Сергей Филимонович, невысокий подвижный мужчина с аккуратной бородкой, тоже работал много и нелегко (такая уж доля у путейцев). Только оклад был невелик… И потому жили Гурко в основном тем, что давали сад и огород, держали кур, гусей, свиней, корову. Обширное хозяйство требовало внимания и рабочих рук: два сына и две дочки старательно помогали матери по мере своих сил.
Оле чаще всего выпадало пасти гусей. Летом работа не хлопотная: проводить до речки, дорогу они знают, там можно и самой искупаться, и с книжкой поваляться – главное не забывать поглядывать на подопечных, а потом – той же дорогой домой. Однако мечтательная девочка частенько отвлекалась.
– Да что ж это такое! – не понимала мать. – Втупится своими очами куда-то, и будто и нет ее тут.
– Ну что вы, мама! Посмотрите, облако какое! Как кораблик… – Оторвать взгляд от неба, которое хитро́ завлекало движущимися картинками, было нелегко.
– Кораблик! – Татьяне Васильевне только и оставалось в очередной раз всплеснуть руками. – У тебя то кораблик, то собачка. А про гусей своих позабыла! Опять по всему селу собирать будем? Глянь, разбежались!
– Простите, мама… – И дочка, размахивая хворостиной, ловко загоняла во двор гогочущую (конечно, над ней: «как мы эту недотепу!») стаю пернатых озорников.
– У, глупые, – злилась в ответ Оля (на гусей, разумеется). – Шеи длинные, а дальше клюва не видят.
– Хочешь, чтоб они тоже встали, шеи вытянули и в небо уставились? – подтрунивала сестра Машуня. И теперь смеялась уже и мать, любуясь дочками: «А все ж ладненькие они у меня получились».
Справедливость упреков Оля, кстати, прекрасно осознавала: недавно на путях товарняк раздавил соседского гуся. Если бы птицы побежали в сторону железной дороги, не миновать беды.

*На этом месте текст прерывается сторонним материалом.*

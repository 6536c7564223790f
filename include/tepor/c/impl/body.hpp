#pragma once
// Describing bodies: one call per statement.

#include <tepor/c/impl/handles.hpp>

namespace tepor::c {

/// The designated members of statements that do not take positional ones.
inline Flux flux_into(Value v) {
    return {.into = std::move(v)};
}
inline Flux flux_out_of(Value v) {
    return {.out_of = std::move(v)};
}

} // namespace tepor::c

extern "C" {

tepor_status tepor_body_create(tepor_session* session, const tepor_mesh* mesh, int32_t kelvin, tepor_body** out) {
    return tepor::c::run(session, mesh && out, [&] {
        *out = new tepor_body{mesh->body(kelvin ? tepor::TemperatureScale::kelvin : tepor::TemperatureScale::celsius)};
    });
}
tepor_status tepor_body_copy(tepor_session* session, const tepor_body* body, tepor_body** out) {
    return tepor::c::run(session, body && out, [&] { *out = new tepor_body{body->body}; });
}
void tepor_body_free(tepor_body* body) {
    delete body;
}

tepor_status tepor_body_in_material(tepor_session* session, tepor_body* body, const char* region,
                                    tepor_value conductivity, tepor_value density, tepor_value specific_heat) {
    return tepor::c::run(session, body && region, [&] {
        using tepor::c::value_of;
        body->body.in(region, tepor::Material{.conductivity = value_of(conductivity),
                                              .density = value_of(density),
                                              .specific_heat = value_of(specific_heat)});
    });
}

tepor_status tepor_body_in_orthotropic(tepor_session* session, tepor_body* body, const char* region,
                                       tepor_value along_x, tepor_value along_y, tepor_value density,
                                       tepor_value specific_heat) {
    return tepor::c::run(session, body && region, [&] {
        using tepor::c::value_of;
        body->body.in(region, tepor::Material{.conductivity = tepor::orthotropic(value_of(along_x), value_of(along_y)),
                                              .density = value_of(density),
                                              .specific_heat = value_of(specific_heat)});
    });
}

tepor_status tepor_body_in_melting(tepor_session* session, tepor_body* body, const char* region,
                                   tepor_value conductivity, tepor_value density, tepor_value specific_heat,
                                   tepor_value latent_heat, tepor_value solidus, tepor_value liquidus) {
    return tepor::c::run(session, body && region, [&] {
        using tepor::c::value_of;
        body->body.in(region, tepor::Material{.conductivity = value_of(conductivity),
                                              .density = value_of(density),
                                              .specific_heat = value_of(specific_heat),
                                              .latent = {.heat = value_of(latent_heat),
                                                         .solidus = value_of(solidus),
                                                         .liquidus = value_of(liquidus)}});
    });
}

tepor_status tepor_body_in_generation_per_volume(tepor_session* session, tepor_body* body, const char* region,
                                                 tepor_value watts_per_m3) {
    return tepor::c::run(session, body && region, [&] {
        using tepor::c::value_of;
        body->body.in(region, tepor::Generation{.per_volume = value_of(watts_per_m3)});
    });
}

tepor_status tepor_body_in_generation_total(tepor_session* session, tepor_body* body, const char* region,
                                            tepor_value watts) {
    return tepor::c::run(session, body && region, [&] {
        using tepor::c::value_of;
        body->body.in(region, tepor::Generation{.total = value_of(watts)});
    });
}

tepor_status tepor_body_in_side_film_bar(tepor_session* session, tepor_body* body, const char* region,
                                         tepor_value coefficient, tepor_value fluid, tepor_value perimeter) {
    return tepor::c::run(session, body && region, [&] {
        using tepor::c::value_of;
        body->body.in(region, tepor::SideFilm{.coefficient = value_of(coefficient),
                                              .fluid = value_of(fluid),
                                              .perimeter = value_of(perimeter)});
    });
}

tepor_status tepor_body_in_side_film_plate(tepor_session* session, tepor_body* body, const char* region,
                                           tepor_value coefficient, tepor_value fluid, tepor_value thickness,
                                           int32_t wet_sides) {
    return tepor::c::run(session, body && region, [&] {
        using tepor::c::value_of;
        body->body.in(region, tepor::SideFilm{.coefficient = value_of(coefficient),
                                              .fluid = value_of(fluid),
                                              .thickness = value_of(thickness),
                                              .wet_sides = wet_sides});
    });
}

tepor_status tepor_body_on_film(tepor_session* session, tepor_body* body, const char* face, tepor_value coefficient,
                                tepor_value fluid) {
    return tepor::c::run(session, body && face, [&] {
        using tepor::c::value_of;
        body->body.on(face, tepor::Film{.coefficient = value_of(coefficient), .fluid = value_of(fluid)});
    });
}

tepor_status tepor_body_on_radiation(tepor_session* session, tepor_body* body, const char* face, tepor_value emissivity,
                                     tepor_value surroundings) {
    return tepor::c::run(session, body && face, [&] {
        using tepor::c::value_of;
        body->body.on(face,
                      tepor::Radiation{.emissivity = value_of(emissivity), .surroundings = value_of(surroundings)});
    });
}

tepor_status tepor_body_on_flux_into(tepor_session* session, tepor_body* body, const char* face, tepor_value flux) {
    return tepor::c::run(session, body && face, [&] {
        using tepor::c::value_of;
        body->body.on(face, tepor::c::flux_into(value_of(flux)));
    });
}

tepor_status tepor_body_on_flux_out_of(tepor_session* session, tepor_body* body, const char* face, tepor_value flux) {
    return tepor::c::run(session, body && face, [&] {
        using tepor::c::value_of;
        body->body.on(face, tepor::c::flux_out_of(value_of(flux)));
    });
}

tepor_status tepor_body_on_fixed_temperature(tepor_session* session, tepor_body* body, const char* face,
                                             tepor_value temperature) {
    return tepor::c::run(session, body && face, [&] {
        using tepor::c::value_of;
        body->body.on(face, tepor::FixedTemperature{.temperature = value_of(temperature)});
    });
}

tepor_status tepor_body_between_conductance(tepor_session* session, tepor_body* body, const char* region,
                                            const char* other, tepor_value conductance) {
    return tepor::c::run(session, body && region && other, [&] {
        using tepor::c::value_of;
        body->body.between(region, other, tepor::Contact{.conductance = value_of(conductance)});
    });
}

tepor_status tepor_body_between_resistance(tepor_session* session, tepor_body* body, const char* region,
                                           const char* other, tepor_value resistance) {
    return tepor::c::run(session, body && region && other, [&] {
        using tepor::c::value_of;
        body->body.between(region, other, tepor::Contact{.resistance = value_of(resistance)});
    });
}

tepor_status tepor_body_at_local_heat(tepor_session* session, tepor_body* body, double x, double y, tepor_value watts,
                                      double radius) {
    return tepor::c::run(session, body, [&] {
        body->body.at(tepor::Point{x, y}, tepor::LocalHeat{.total = tepor::c::value_of(watts), .radius = radius});
    });
}

tepor_status tepor_body_set(tepor_session* session, tepor_body* body, const tepor_parameter* parameter, double value) {
    return tepor::c::run(session, body && parameter, [&] { body->body.set(parameter->parameter, value); });
}
tepor_status tepor_body_value(tepor_session* session, const tepor_body* body, const tepor_parameter* parameter,
                              double* out) {
    return tepor::c::run(session, body && parameter && out, [&] { *out = body->body.value(parameter->parameter); });
}

} // extern "C"
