#pragma once
// Energies of a field and of a flux, cell by cell and over films and contacts.

#include <algorithm>
#include <tepor/base/error.hpp>
#include <tepor/flux/conductance.hpp>
#include <tepor/flux/defect.hpp>
#include <tepor/flux/loads.hpp>

namespace tepor {

TEPOR_INLINE TwoSided conductance_bounds(const FluxProblem& problem, const double* temperature,
                                         const Equilibrated& flux, const std::vector<char>& hot) {
    using namespace detail;
    const MeshData& mesh = *problem.mesh;
    const auto not_zero = [](double v) { return v != 0.0; };
    if (!problem.spread.empty() || std::any_of(problem.source.begin(), problem.source.end(), not_zero) ||
        std::any_of(problem.sink.begin(), problem.sink.end(), not_zero))
        throw Error(ErrorCode::not_certifiable, "source",
                    "a conductance is bracketed for bodies without sources and sinks; ask for a heat flow");
    for (const FluxSide& side : problem.sides)
        if (side.flux != 0.0 || side.trace >= 0)
            throw Error(ErrorCode::not_certifiable, "flux",
                        "a conductance is bracketed for bodies without given heat flows; ask for a heat flow");
    if (mesh.dim == 1 || mesh.frame.power() > 0)
        throw Error(ErrorCode::not_certifiable, "frame",
                    "a conductance is bracketed for plane sections; ask for a heat flow");
    // The energies of the field alone and of the flux alone are defects of one with the other set to zero.
    const FluxWork work{problem, temperature, {}, {}, {}};
    Equilibrated still;
    still.per_side = flux.per_side;
    still.outflow.assign(flux.outflow.size(), 0.0);
    still.bubble.assign(flux.bubble.size(), 0.0);
    const std::vector<double> level(as_size(*std::max_element(problem.dof.begin(), problem.dof.end())) + 1, 0.0);
    const FluxWork flat{problem, level.data(), {}, {}, {}};
    double upper = 0.0, energy = 0.0, flow = 0.0, left_over = 0.0;
    for (Index c = 0; c < mesh.cell_count(); ++c) {
        if (mesh.order == 1) {
            const Defect1 t = defect_order1(work, still.outflow.data(), c),
                          s = defect_order1(flat, flux.outflow.data(), c);
            upper += Defect1::product(t, t);
            energy += Defect1::product(s, s);
            left_over += std::abs(s.left_over) + rounding_unit * s.traffic;
        } else {
            const Defect2 t = defect_order2(work, still, c), s = defect_order2(flat, flux, c);
            upper += Defect2::product(t, t);
            energy += Defect2::product(s, s);
            left_over += std::abs(s.left_over) + rounding_unit * s.traffic;
        }
    }
    for (std::size_t i = 0; i < problem.sides.size(); ++i) {
        const FluxSide& side = problem.sides[i];
        if (hot[i]) flow -= flux.flow[i];
        if (side.kind == SideKind::fixed || side.film == 0.0) continue;
        double start = 1.0, end = 1.0;
        const double length = side_length(mesh, side.side, start, end);
        auto t = values_along(problem, temperature, side.side);
        double share = 1.0; // both sides of a contact are listed
        if (side.kind == SideKind::contact) {
            share = 0.5;
            const auto other = values_along(problem, temperature, problem.sides[as_size(side.partner)].side);
            for (std::size_t n = 0; n < 3; ++n) t[n] -= other[2 - n];
        }
        for (double& v : t) v -= side.fluid;
        // integral of the square of the quadratic through t
        const double square =
            (4.0 * (t[0] * t[0] + t[2] * t[2]) + 16.0 * t[1] * t[1] + 4.0 * t[1] * (t[0] + t[2]) - 2.0 * t[0] * t[2]) /
            30.0;
        upper += share * side.film * length * square;
        const double* out =
            flux.outflow.data() + as_size(flux.per_side) * (3 * as_size(side.side.cell) + as_size(side.side.side));
        const double squared = flux.per_side == 2 ? (out[0] * out[0] + out[0] * out[1] + out[1] * out[1]) / 3.0
                                                  : out[0] * out[0] + 3.0 * out[1] * out[1] + 5.0 * out[2] * out[2];
        energy += share * squared / (side.film * length);
    }
    const double extra = flux.residual + flux.rounding;
    const double s = (std::sqrt(energy) + extra) * (std::sqrt(energy) + extra);
    const double l = std::max(0.0, std::abs(flow) - left_over);
    TwoSided out;
    out.upper = upper * (1.0 + rounding_unit);
    out.lower = std::max(l * l / s, upper - flux.bound() * flux.bound()) * (1.0 - rounding_unit);
    return out;
}

} // namespace tepor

Но даже Маша, самый близкий для нее человек в семье, порой сердито одергивала младшую сестренку, когда в четыре руки они чистили ненавистные грецкие орехи от ядовито-зеленой кожуры:
– Мала́я, хватит ворон считать, давай скорее, а то опять до вечера провозимся! А еще руки отмывать.
Для местной детворы заботы по хозяйству вполне укладывались в привычную колею жизни на станции Солоницкой. Только Ольга будто выполняла трудовую повинность. Казалось, эту девочку с задумчивым взглядом занесло сюда из какого-то другого мира. При этом тихоней она совсем не была. Напротив – миловидная, круглолицая, с живыми темными глазами, она росла очень сообразительной и шустрой, а со временем выяснилось, что еще и острой на язычок. Но мыслями и вправду частенько бывала где-то далеко. Наверное, там, за линией горизонта, куда уходили стальные рельсы.

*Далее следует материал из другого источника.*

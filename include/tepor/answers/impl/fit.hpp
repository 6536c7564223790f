#pragma once
// Fits of steady readings, and what is asked of a fit.

#include <cmath>
#include <tepor/answers/gradient.hpp>
#include <tepor/answers/impl/adjoint.hpp>
#include <tepor/answers/impl/chi_square.hpp>
#include <tepor/answers/impl/fit_run.hpp>
#include <tepor/answers/impl/gradient.hpp>
#include <tepor/answers/impl/least_squares.hpp>
#include <tepor/solve/steady.hpp>

namespace tepor {

/// Fills a Fitted.
struct FitAccess {
    static Fitted make(const std::vector<FitBy>& parameters, const detail::LeastSquares& squares, std::size_t readings,
                       std::shared_ptr<const Body> body, std::shared_ptr<const detail::FitRun> run = nullptr) {
        Fitted out;
        for (const FitBy& by : parameters) out.parameters_.push_back(by.parameter);
        out.values_ = squares.p;
        out.covariance_ = squares.covariance;
        out.residuals_.assign(squares.residual.begin(), squares.residual.begin() + static_cast<Index>(readings));
        for (const double r : squares.residual) out.chi_square_ += r * r;
        out.degrees_ = static_cast<Index>(squares.residual.size()) - static_cast<Index>(parameters.size());
        for (const std::size_t j : squares.on_bounds) out.on_bounds_.push_back(parameters[j].parameter);
        out.passes_ = squares.passes;
        out.body_ = std::move(body);
        out.run_ = std::move(run);
        return out;
    }
};

namespace detail {

/// Half width of the 95 % interval in standard uncertainties. Source: standard normal distribution.
inline constexpr double interval_95 = 1.959963984540054;

inline Estimated estimated(double value, double variance) {
    const double u = std::sqrt(std::max(variance, 0.0));
    return {value, u, value - interval_95 * u, value + interval_95 * u};
}

inline void validate_fit(const Body& body, const std::vector<FitBy>& parameters, std::size_t readings,
                         const FitOptions& options) {
    if (parameters.empty() || readings == 0)
        throw Error(ErrorCode::missing, "", "fit: give at least one parameter and one reading");
    const Model& model = *body.model();
    for (std::size_t j = 0; j < parameters.size(); ++j) {
        const FitBy& by = parameters[j];
        const std::string& name = by.parameter.name();
        const Index slot = model.slot_of(by.parameter);
        if (slot < 0)
            throw Error(ErrorCode::unused, name,
                        text("fit: no statement of the body uses the parameter \"", name, "\""));
        for (std::size_t k = 0; k < j; ++k)
            if (parameters[k].parameter == by.parameter)
                throw Error(ErrorCode::contradiction, name, text("fit: the parameter \"", name, "\" is listed twice"));
        if (by.from && by.to && !(*by.from < *by.to))
            throw Error(
                ErrorCode::bad_value, name,
                text("fit: the bounds of \"", name, "\" are ", *by.from, " and ", *by.to, ", expected from < to"));
        if (by.prior && !(by.prior->uncertainty > 0.0 && std::isfinite(by.prior->value)))
            throw Error(
                ErrorCode::bad_value, name,
                text("fit: the prior of \"", name, "\" has the uncertainty ", by.prior->uncertainty, ", expected > 0"));
    }
    if (!(options.weakest > 0.0) || !(options.tolerance > 0.0) || options.most_passes < 1)
        throw Error(ErrorCode::bad_value, "FitOptions",
                    "FitOptions: weakest, tolerance and most_passes must be positive");
}

inline void validate_reading(const Reading& reading, std::size_t i) {
    if (!(reading.uncertainty > 0.0) || !std::isfinite(reading.uncertainty) || !std::isfinite(reading.value))
        throw Error(ErrorCode::bad_value, reading.quantity.label(),
                    text("fit: reading ", i + 1, " of ", reading.quantity.label(), " is ", reading.value,
                         " with the uncertainty ", reading.uncertainty,
                         "; expected a finite value and an uncertainty > 0"));
}

/// Steady readings, those of equal conditions solved together.
class SteadyFitModel final : public FitModel {
  public:
    SteadyFitModel(const Body& body, const std::vector<FitBy>& parameters, const std::vector<Reading>& readings)
        : parameters_(parameters), readings_(readings), group_(readings.size()) {
        for (std::size_t i = 0; i < readings.size(); ++i) {
            std::size_t g = 0;
            while (g < first_.size() && !same(readings[first_[g]].conditions, readings[i].conditions)) ++g;
            if (g == first_.size()) {
                first_.push_back(i);
                bodies_.push_back(body);
                for (const Condition& c : readings[i].conditions) {
                    for (const FitBy& by : parameters)
                        if (by.parameter == c.parameter)
                            throw Error(ErrorCode::contradiction, c.parameter.name(),
                                        text("fit: \"", c.parameter.name(),
                                             "\" is both a condition of a reading and to be fitted"));
                    bodies_.back().set(c.parameter, c.value);
                }
            }
            group_[i] = g;
        }
        fields_.resize(bodies_.size());
    }

    bool evaluate(const std::vector<double>& p, std::vector<double>& y, std::vector<double>& slope) override {
        const std::size_t m = p.size();
        y.assign(readings_.size(), 0.0);
        slope.assign(readings_.size() * m, 0.0);
        for (std::size_t g = 0; g < bodies_.size(); ++g) {
            for (std::size_t j = 0; j < m; ++j)
                if (!set_if_allowed(bodies_[g], parameters_[j].parameter, p[j])) return false;
            try {
                SteadyOptions start;
                if (fields_[g]) start.from = &*fields_[g];
                fields_[g] = steady(bodies_[g], start);
            } catch (const Error& error) {
                if (error.code() == ErrorCode::not_converged || error.code() == ErrorCode::singular ||
                    error.code() == ErrorCode::bad_law || error.code() == ErrorCode::outside_table)
                    return fail(g);
                throw;
            }
            Linearised at(*fields_[g], Purpose::many_solves);
            for (std::size_t i = 0; i < readings_.size(); ++i) {
                if (group_[i] != g) continue;
                const Gradient gradient = steady_gradient(at, readings_[i].quantity);
                y[i] = gradient.value();
                for (std::size_t j = 0; j < m; ++j) slope[i * m + j] = gradient[parameters_[j].parameter];
            }
        }
        return true;
    }

    [[nodiscard]] const Body& body() const { return bodies_[0]; }

  private:
    static bool same(const std::vector<Condition>& a, const std::vector<Condition>& b) {
        if (a.size() != b.size()) return false;
        for (const Condition& c : a) {
            bool found = false;
            for (const Condition& d : b) found = found || (c.parameter == d.parameter && c.value == d.value);
            if (!found) return false;
        }
        return true;
    }
    bool fail(std::size_t g) {
        fields_[g].reset();
        return false;
    }

    const std::vector<FitBy>& parameters_;
    const std::vector<Reading>& readings_;
    std::vector<std::size_t> group_;
    std::vector<std::size_t> first_;
    std::vector<Body> bodies_;
    std::vector<std::optional<Field>> fields_;
};

} // namespace detail

TEPOR_INLINE Estimated Fitted::operator[](const Parameter& parameter) const {
    const std::size_t m = parameters_.size();
    for (std::size_t j = 0; j < m; ++j)
        if (parameters_[j] == parameter) return detail::estimated(values_[j], covariance_[j * m + j]);
    throw Error(ErrorCode::unused, parameter.name(),
                detail::text("fit: the parameter \"", parameter.name(), "\" was not fitted"));
}

TEPOR_INLINE double Fitted::goodness() const {
    return degrees_ > 0 ? detail::chi_square_tail(chi_square_, static_cast<double>(degrees_)) : 1.0;
}

TEPOR_INLINE Estimated Fitted::spread(double value, const std::vector<double>& slope) const {
    const std::size_t m = parameters_.size();
    double variance = 0.0;
    for (std::size_t j = 0; j < m; ++j)
        for (std::size_t k = 0; k < m; ++k) variance += slope[j] * covariance_[j * m + k] * slope[k];
    return detail::estimated(value, variance);
}

TEPOR_INLINE Body Fitted::body_under(const std::vector<Condition>& conditions) const {
    Body body = *body_;
    for (const Condition& c : conditions) {
        for (const Parameter& p : parameters_)
            if (p == c.parameter)
                throw Error(ErrorCode::contradiction, p.name(),
                            detail::text("predict: \"", p.name(), "\" was fitted and cannot be a condition, too"));
        body.set(c.parameter, c.value);
    }
    return body;
}

TEPOR_INLINE Estimated Fitted::predict(const Quantity& quantity, const std::vector<Condition>& conditions) const {
    const Gradient slope = gradient(steady(body_under(conditions)), quantity);
    std::vector<double> by;
    for (const Parameter& p : parameters_) by.push_back(slope[p]);
    return spread(slope.value(), by);
}

TEPOR_INLINE Estimated Fitted::predict_at(const Quantity& quantity, double time,
                                          const std::vector<Condition>& conditions) const {
    if (!run_)
        throw Error(ErrorCode::not_supported, quantity.label(),
                    "predict_at: this fit is of steady readings and knows no time; ask predict()");
    std::vector<double> by;
    const double value = run_->predict(body_under(conditions), quantity, time, parameters_, by);
    return spread(value, by);
}

TEPOR_INLINE Fitted fit(const Body& body, const std::vector<FitBy>& parameters, const std::vector<Reading>& readings,
                        const FitOptions& options) {
    detail::validate_fit(body, parameters, readings.size(), options);
    std::vector<detail::LeastSquares::Datum> data;
    for (std::size_t i = 0; i < readings.size(); ++i) {
        detail::validate_reading(readings[i], i);
        data.push_back({readings[i].value, readings[i].uncertainty});
    }
    detail::SteadyFitModel model(body, parameters, readings);
    detail::LeastSquares squares(model, parameters, std::move(data), options);
    for (const FitBy& by : parameters) squares.p.push_back(body.value(by.parameter));
    squares.run();
    auto fitted = std::make_shared<Body>(body);
    for (std::size_t j = 0; j < parameters.size(); ++j) fitted->set(parameters[j].parameter, squares.p[j]);
    return FitAccess::make(parameters, squares, readings.size(), std::move(fitted));
}

} // namespace tepor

Мечты стали сбываться после поступления в женскую гимназию. Уездный город Лубны на реке Сула, утопающий в зелени садов, был довольно крупным и имел целых две гимназии – мужскую и женскую. Туда ходил местный поезд, а дети служащих на железной дороге денег не платили, да и ехать было недолго и недалеко.
Уроки словесности полюбились Оле сразу и на всю жизнь. Наконец-то ее фантазии облеклись в правильные, убедительные и красивые слова. Книги – лучшие друзья романтично настроенных барышень – стали и ее любимыми спутниками. Правда, не единственными.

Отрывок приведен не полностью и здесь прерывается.